Its real now. I'm really going and I can barely function. This is a great place to be. If only I weren't surrounded by idiots instead of my asshole friends. I feel the need to party and celebrate.

This comes as a welcome change of tune. I've been bitchy and whiney about my job lately. Down in the dumps about my lack of a lovelife. And heartborken over seeing my beloved godfather in a fast decline fueled by alcohol, cigarettes, and serious, untreated medical problems. I went to Long Island last weekend for a birthday party thrown by one of his sisters.

He was not the man I knew. He was unkempt, wobbly and indifferent. It seemed not to matter that I was there. That I drove 5 hours just to wish him a happy birthday.

His partner of 35 years has become a hermit and refuses to leave their Manhattan apartment. I longed to see him and have one of our private chats. He and I were always together when I visited New York. My godfather was really closer to my brother. I always had "Ungle G" to myself. We'd walk through Central Park, stop by the zoo, and go to all the famous places that children get excited about. He introduced me to the Met.

I miss them both so deeply. They were the men who would have raised me if anything had happened to my mother. I have always felt a special kind of kinship with them.

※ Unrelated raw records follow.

package exact

import (
	"context"
	"errors"
	"math/big"
	"slices"
	"sync"
	"testing"

	"pgregory.net/rapid"
)

// drawChain draws a pencil with entries near the diagonal only, in shuffled
// order of rows and columns.
func drawChain(t *rapid.T, maxSize, width, bits int) *Pencil {
	n := rapid.IntRange(1, maxSize).Draw(t, "n")
	rows := rapid.Permutation(identity(n)).Draw(t, "rows")
	cols := rapid.Permutation(identity(n)).Draw(t, "cols")
	p := NewPencil(n)
	for i := range n {
		for j := max(0, i-width); j <= min(n-1, i+width); j++ {
			if i != j && rapid.Bool().Draw(t, "none") {
				continue
			}
			p.Add(rows[i], cols[j], drawRat(t, bits, "g"), nil)
			if rapid.Bool().Draw(t, "reactive") {
				p.Add(rows[i], cols[j], nil, drawRat(t, bits, "c"))
			}
		}
	}
	return p
}

func identity(n int) []int {
	list := make([]int, n)
	for i := range list {
		list[i] = i
	}
	return list
}

// The two methods agree on every system that both can do.
func TestFrontierAgreesWithModular(t *testing.T) {
	ctx := context.Background()
	compared := 0
	rapid.Check(t, func(t *rapid.T) {
		p := drawChain(t, 9, 2, 40)
		n := p.Size()
		f, err := p.Prepare(ctx)
		if err != nil || f.form == nil {
			return
		}
		all := make([]int, len(f.form.end))
		for b := range all {
			all[b] = b
		}
		rowAt, colAt := f.positions(all)
		var rhs, out []border
		for range rapid.IntRange(0, 2).Draw(t, "borders") {
			rhs = append(rhs, f.rhsBorder(drawVector(t, n, "rhs"), rowAt))
			out = append(out, f.outBorder(drawVector(t, n, "out"), colAt))
		}
		y := f.system(all, rhs, out)
		y.end = []int{y.n} // as one block
		plans, _ := y.frontierPlans([]bool{true})
		if plans == nil {
			return
		}
		compared++
		d1, n1, err1 := y.solveFrontier(ctx, plans, []bool{true})
		d2, n2, err2 := y.solveModular(ctx, []bool{true})
		if err1 != err2 {
			t.Fatalf("%v and %v", err1, err2)
		}
		if err1 != nil {
			return
		}
		if !d1[0].Equal(d2[0]) {
			t.Fatalf("determinants %v and %v", d1[0], d2[0])
		}
		for k := range n1 {
			if !n1[k].Equal(n2[k]) {
				t.Fatalf("numerators %d: %v and %v", k, n1[k], n2[k])
			}
		}
	})
	if compared == 0 {
		t.Error("nothing was compared")
	}
}

// Responses are the numerators over the determinant in lowest terms.
func TestResponses(t *testing.T) {
	ctx := context.Background()
	rapid.Check(t, func(t *rapid.T) {
		p := drawPencil(t, 8, 30)
		n := p.Size()
		rhs := []Vector{drawVector(t, n, "rhs"), drawVector(t, n, "rhs")}
		out := []Vector{drawVector(t, n, "out"), drawVector(t, n, "out")}
		f, err := p.Prepare(ctx)
		if err != nil {
			t.Fatal(err)
		}
		h, err := f.Responses(ctx, rhs, out)
		fresh, _ := p.Prepare(ctx)
		d := fresh.Determinant()
		num, numErr := fresh.Numerators(ctx, rhs, out)
		if numErr != nil {
			t.Fatal(numErr)
		}
		if d.IsZero() {
			// Only the pieces asked about need to be regular.
			return
		}
		if err != nil {
			t.Fatal(err)
		}
		for i := range out {
			for j := range rhs {
				want, _ := NewRatio(num[i][j], d)
				if !h[i][j].Equal(want) {
					t.Fatalf("response %d %d: %v, want %v", i, j, h[i][j], want)
				}
			}
		}
		// The order of questions does not matter.
		if !f.Determinant().Equal(d) {
			t.Fatal("determinant after the responses")
		}
	})
}

// A pencil that falls into pieces is solved piece by piece, and a question
// meets only the pieces between source and output.
func TestPiecesAreSolvedApart(t *testing.T) {
	ctx := context.Background()
	const count = 40
	p := NewPencil(3 * count)
	one := big.NewRat(1, 1)
	for k := range count {
		// Three unknowns in a loop; each piece reads the one before.
		a := 3 * k
		for i := range 3 {
			p.Add(a+i, a+i, decimal(k+i, 0), decimal(k+2*i, -6))
			p.Add(a+i, a+(i+1)%3, one, nil)
		}
		if k > 0 && k != count/2 {
			p.Add(a, a-1, decimal(k, 1), nil)
		}
	}
	// One piece is singular, at the end of the first chain.
	broken := 3 * (count/2 - 1)
	for i := range 3 {
		for j := range 3 {
			e := p.entry(broken+i, broken+j)
			e.G.SetInt64(1)
			e.C.SetInt64(0)
		}
	}
	f, err := p.Prepare(ctx)
	if err != nil {
		t.Fatal(err)
	}
	if f.Blocks() != count {
		t.Fatalf("%d pieces, want %d", f.Blocks(), count)
	}
	// The second chain is not touched by the broken piece.
	start := 3 * (count / 2)
	h, err := f.Responses(ctx, []Vector{Unit(start)}, []Vector{Unit(start), Unit(start + 5), Unit(2)})
	if err != nil {
		t.Fatal(err)
	}
	if h[0][0].Den.Degree() != 3 || h[1][0].Den.Degree() != 6 || !h[2][0].IsZero() {
		t.Errorf("degrees %d, %d; want 3, 6", h[0][0].Den.Degree(), h[1][0].Den.Degree())
	}
	for b, d := range f.dets {
		if known := d != nil; known != (b == f.form.blockOfRow[start] || b == f.form.blockOfRow[start+3]) {
			t.Errorf("determinant of piece %d known: %v", b, known)
		}
	}
	var singular *SingularError
	if _, err := f.Responses(ctx, []Vector{Unit(broken)}, []Vector{Unit(broken)}); !errors.As(err, &singular) {
		t.Errorf("response of the singular piece: %v", err)
	}
	if !f.Determinant().IsZero() {
		t.Error("the determinant is not zero")
	}
}

// Values of 290 bits, as stand-ins for irrational numbers have, and values
// spread over 600 decades.
func TestLongValues(t *testing.T) {
	ctx := context.Background()
	rapid.Check(t, func(t *rapid.T) {
		n := rapid.IntRange(1, 6).Draw(t, "n")
		p := NewPencil(n)
		for i := range n {
			for j := range n {
				if i != j && rapid.IntRange(0, 2).Draw(t, "entry") == 0 {
					continue
				}
				v := drawRat(t, 290, "g")
				v.Mul(v, powerOfTen(rapid.IntRange(-300, 300).Draw(t, "decade")))
				w := drawRat(t, 290, "c")
				w.Mul(w, powerOfTen(rapid.IntRange(-300, 300).Draw(t, "decade")))
				p.Add(i, j, v, w)
			}
		}
		f, err := p.Prepare(ctx)
		if err != nil {
			t.Fatal(err)
		}
		d := f.Determinant()
		s := drawRat(t, 30, "s")
		if got, want := d.Eval(s), rationalDeterminant(p, s); got.Cmp(want) != 0 {
			t.Fatalf("determinant at %v: %v, want %v", s, got, want)
		}
	})
}

// A ladder of degree 400 agrees with the three-term recurrence of
// tridiagonal determinants (T. Muir, A Treatise on the Theory of Determinants,
// 1882, on continuants), evaluated at rational points.
func TestLadderOfDegree400(t *testing.T) {
	if testing.Short() {
		t.Skip("long arithmetic in one thread: run without -short")
	}
	const sections = 200
	p, rhs, input, _ := ladder(sections)
	f, err := p.Prepare(context.Background())
	if err != nil {
		t.Fatal(err)
	}
	num, err := f.Numerators(context.Background(), []Vector{rhs}, []Vector{input})
	if err != nil {
		t.Fatal(err)
	}
	d := f.Determinant()
	if d.Degree() != 2*sections {
		t.Fatalf("degree %d", d.Degree())
	}
	for _, s := range []*big.Rat{big.NewRat(-3, 1), big.NewRat(400001, 3), big.NewRat(-7, 10001)} {
		n := 2 * sections
		at := func(i, j int) *big.Rat {
			for _, e := range p.rows[i] {
				if e.Col == j {
					v := new(big.Rat).Mul(e.C, s)
					return v.Add(v, e.G)
				}
			}
			return new(big.Rat)
		}
		// From the far end: with[k] is the determinant of rows and columns k….
		with := make([]*big.Rat, n+2)
		with[n], with[n+1] = big.NewRat(1, 1), new(big.Rat)
		for k := n - 1; k >= 0; k-- {
			with[k] = new(big.Rat).Mul(at(k, k), with[k+1])
			if k+1 < n {
				t := new(big.Rat).Mul(at(k, k+1), at(k+1, k))
				with[k].Sub(with[k], t.Mul(t, with[k+2]))
			}
		}
		if got := d.Eval(s); got.Cmp(with[0]) != 0 {
			t.Errorf("determinant at %v is wrong", s)
		}
		// The right-hand side is −1 in equation 0, the output unknown 0.
		if got := num[0][0].Eval(s); got.Cmp(with[1].Neg(with[1])) != 0 {
			t.Errorf("numerator at %v is wrong", s)
		}
	}
}

// Outputs along a cascade are solved in few groups, with the answers they
// would have alone.
func TestOutputsAlongCascade(t *testing.T) {
	ctx := context.Background()
	const stages = 12
	p := NewPencil(2 * stages)
	for k := range 2 * stages {
		p.Add(k, k, decimal(k, 0), decimal(k+3, -3))
		if k%2 == 0 {
			p.Add(k, k+1, big.NewRat(1, 1), nil)
			p.Add(k+1, k, big.NewRat(-2, 1), nil)
		}
		if k > 0 {
			p.Add(k, k-1, decimal(k, -1), nil)
		}
	}
	var out []Vector
	for k := range 2 * stages {
		out = append(out, Unit(k))
	}
	f, err := p.Prepare(ctx)
	if err != nil {
		t.Fatal(err)
	}
	if f.Blocks() != stages {
		t.Fatalf("%d pieces", f.Blocks())
	}
	if n := len(f.groupOuts(out, f.reachedFrom([]Vector{Unit(0)}))); n > 5 {
		t.Errorf("%d groups", n)
	}
	together, err := f.Responses(ctx, []Vector{Unit(0)}, out)
	if err != nil {
		t.Fatal(err)
	}
	for k := range out {
		g, _ := p.Prepare(ctx)
		alone, err := g.Responses(ctx, []Vector{Unit(0)}, out[k:k+1])
		if err != nil {
			t.Fatal(err)
		}
		if !alone[0][0].Equal(together[k][0]) || alone[0][0].Den.Degree() != k/2*2+2 {
			t.Errorf("output %d: %v alone, %v together", k, alone[0][0], together[k][0])
		}
	}
}

// The bounds that decide the number of points and primes hold for the true
// coefficients, and are tight enough to be worth their name.
func TestBoundsHold(t *testing.T) {
	ctx := context.Background()
	for _, n := range benchmarkNetworks {
		if n.size > 50 {
			continue
		}
		p, rhs, input, _ := n.build(n.size)
		f, err := p.Prepare(ctx)
		if err != nil {
			t.Fatal(err)
		}
		rowAt, colAt := f.positions([]int{0})
		y := f.system([]int{0}, []border{f.rhsBorder(rhs, rowAt)}, []border{f.outBorder(input, colAt)})
		dets, nums, err := y.solveModular(ctx, []bool{true})
		if err != nil {
			t.Fatal(err)
		}
		detBits, numBits := y.coefficientBounds()
		detDegree, numDegree := y.degreeBounds()
		check := func(what string, q Poly, bits float64, degree int) {
			got := float64(maxBits(q.c))
			if got-1 > bits || q.Degree() > degree {
				t.Errorf("%v: %s has %v bits and degree %d, bounds %v and %d", n, what, got, q.Degree(), bits, degree)
			}
			t.Logf("%v: %s of %v bits, bound %.0f; degree %d, bound %d", n, what, got, bits, q.Degree(), degree)
		}
		check("determinant", dets[0], detBits[0], detDegree[0])
		check("numerator", nums[0], numBits[0], numDegree)
	}
}

// drawReciprocal draws a pencil that becomes symmetric when its rows are
// multiplied by certain numbers.
func drawReciprocal(t *rapid.T, maxSize int) *Pencil {
	n := rapid.IntRange(1, maxSize).Draw(t, "n")
	p := NewPencil(n)
	factor := make([]*big.Rat, n)
	for i := range factor {
		factor[i] = drawRat(t, 8, "factor")
		if factor[i].Sign() == 0 {
			factor[i].SetInt64(-1)
		}
	}
	for i := range n {
		for j := i; j < n; j++ {
			if rapid.IntRange(0, 2).Draw(t, "entry") == 0 {
				continue
			}
			g, c := drawRat(t, 16, "g"), drawRat(t, 16, "c")
			p.Add(i, j, new(big.Rat).Mul(g, factor[i]), new(big.Rat).Mul(c, factor[i]))
			if i != j {
				p.Add(j, i, new(big.Rat).Mul(g, factor[j]), new(big.Rat).Mul(c, factor[j]))
			}
		}
	}
	return p
}

// The symmetric elimination agrees with the general one.
func TestSymmetricElimination(t *testing.T) {
	ctx := context.Background()
	compared := 0
	rapid.Check(t, func(t *rapid.T) {
		p := drawReciprocal(t, 8)
		n := p.Size()
		f, err := p.Prepare(ctx)
		if err != nil || f.form == nil {
			return
		}
		all := identity(len(f.form.end))
		rowAt, colAt := f.positions(all)
		rhs := []border{f.rhsBorder(drawVector(t, n, "rhs"), rowAt), f.rhsBorder(drawVector(t, n, "rhs"), rowAt)}
		out := []border{f.outBorder(drawVector(t, n, "out"), colAt)}
		y := f.system(all, rhs, out)
		y.end = []int{y.n} // as one block
		m := takeModuli(1)[0]
		sym := y.symmetric()
		if sym == nil {
			return
		}
		plan := y.eliminateSymmetric(m, m.fromInt64(987654321), sym)
		general, _ := y.eliminate(m, m.fromInt64(123456789))
		if plan == nil || general == nil {
			return // singular, or no pivots on the diagonal
		}
		compared++
		d1, n1, err1 := y.newModularRun(plan, []bool{true}).solve(ctx, y, []bool{true})
		d2, n2, err2 := y.newModularRun(general, []bool{true}).solve(ctx, y, []bool{true})
		if err1 != nil || err2 != nil {
			t.Fatal(err1, err2)
		}
		if !d1[0].Equal(d2[0]) {
			t.Fatalf("determinants %v and %v", d1[0], d2[0])
		}
		for k := range n1 {
			if !n1[k].Equal(n2[k]) {
				t.Fatalf("numerators %v and %v", n1[k], n2[k])
			}
		}
	})
	if compared == 0 {
		t.Error("nothing was compared")
	}
}

// A large pencil that is singular by its values, not by its pattern: one
// equation is the sum of two others.
func TestLargeSingularPencil(t *testing.T) {
	ctx := context.Background()
	p, rhs, input, output := mesh(8)
	n := p.Size()
	a, b, sum := 9, n-4, n-1
	p.rows[sum] = nil
	for _, i := range []int{a, b} {
		for _, e := range p.rows[i] {
			p.Add(sum, e.Col, e.G, e.C)
		}
	}
	f, err := p.Prepare(ctx)
	if err != nil {
		t.Fatal(err)
	}
	if f.form == nil {
		t.Fatal("the pattern alone makes it singular")
	}
	if !f.Determinant().IsZero() {
		t.Error("the determinant is not zero")
	}
	var singular *SingularError
	if _, err := f.Responses(ctx, []Vector{rhs}, []Vector{output}); !errors.As(err, &singular) {
		t.Fatalf("error %v", err)
	}
	if !slices.Equal(singular.Rows, []int{a, b, sum}) {
		t.Errorf("equations %v are named, want %v", singular.Rows, []int{a, b, sum})
	}
	if len(singular.Cols) == 0 {
		t.Error("no unknowns are named")
	}
	// The adjugate of a matrix of rank n−1 has rank one.
	num, err := f.Numerators(ctx, []Vector{Unit(a), Unit(b)}, []Vector{input, output})
	if err != nil {
		t.Fatal(err)
	}
	if num[0][0].IsZero() || !num[0][0].Mul(num[1][1]).Equal(num[0][1].Mul(num[1][0])) {
		t.Error("the adjugate does not have rank one")
	}
	if _, _, err := p.SolveAt(ctx, big.NewRat(1, 3), big.NewRat(1000, 7), rhs); !errors.As(err, &singular) {
		t.Errorf("SolveAt: %v", err)
	}
}

// One prepared pencil serves several goroutines, and large ones share their
// primes among processors.
func TestPreparedIsShared(t *testing.T) {
	ctx := context.Background()
	p, rhs, input, output := mesh(9)
	f, err := p.Prepare(ctx)
	if err != nil {
		t.Fatal(err)
	}
	results := make([]Ratio, 4)
	var wg sync.WaitGroup
	for i := range results {
		wg.Go(func() {
			out := input
			if i%2 == 1 {
				out = output
			}
			h, err := f.Responses(ctx, []Vector{rhs}, []Vector{out})
			if err != nil {
				t.Error(err)
				return
			}
			results[i] = h[0][0]
			f.Determinant()
		})
	}
	wg.Wait()
	if !results[0].Equal(results[2]) || !results[1].Equal(results[3]) || results[0].Equal(results[1]) {
		t.Error("the answers differ")
	}
	s := big.NewRat(-123, 7)
	x, _, err := p.SolveAt(ctx, s, new(big.Rat), rhs)
	if err != nil {
		t.Fatal(err)
	}
	if v, ok := results[0].Eval(s); !ok || v.Cmp(x[0]) != 0 {
		t.Error("the response is not the solution at a point")
	}
}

But there was a surprise guest. A longtime friend of my godfather who I used to have a crush on when I was a kid. J is from St. Thomas. He's been living in my godfather's building since longer than I've been alive. The man is 71 and looks as beautiful as he did in the 70's. He's tall, built, sculptured, and looks about 40. He is truely the finest gentleman I have ever met. Wonderful to speak with. So gracious and kind. It was a bright spot in my weekend.

I suppose that I have to make some kind of peace with the lives my loved ones chose to lead. Both were alcoholics at a young age and continue increase the dosage to dull the pain of chronic illness. Neither will be long lived and it makes me sad. There is nothing I can do but love them and hope for as much comfort as possible.

So, for now, I will concentrate on my own health and happiness. I live to travel and the opportunity will be here sooner than I think.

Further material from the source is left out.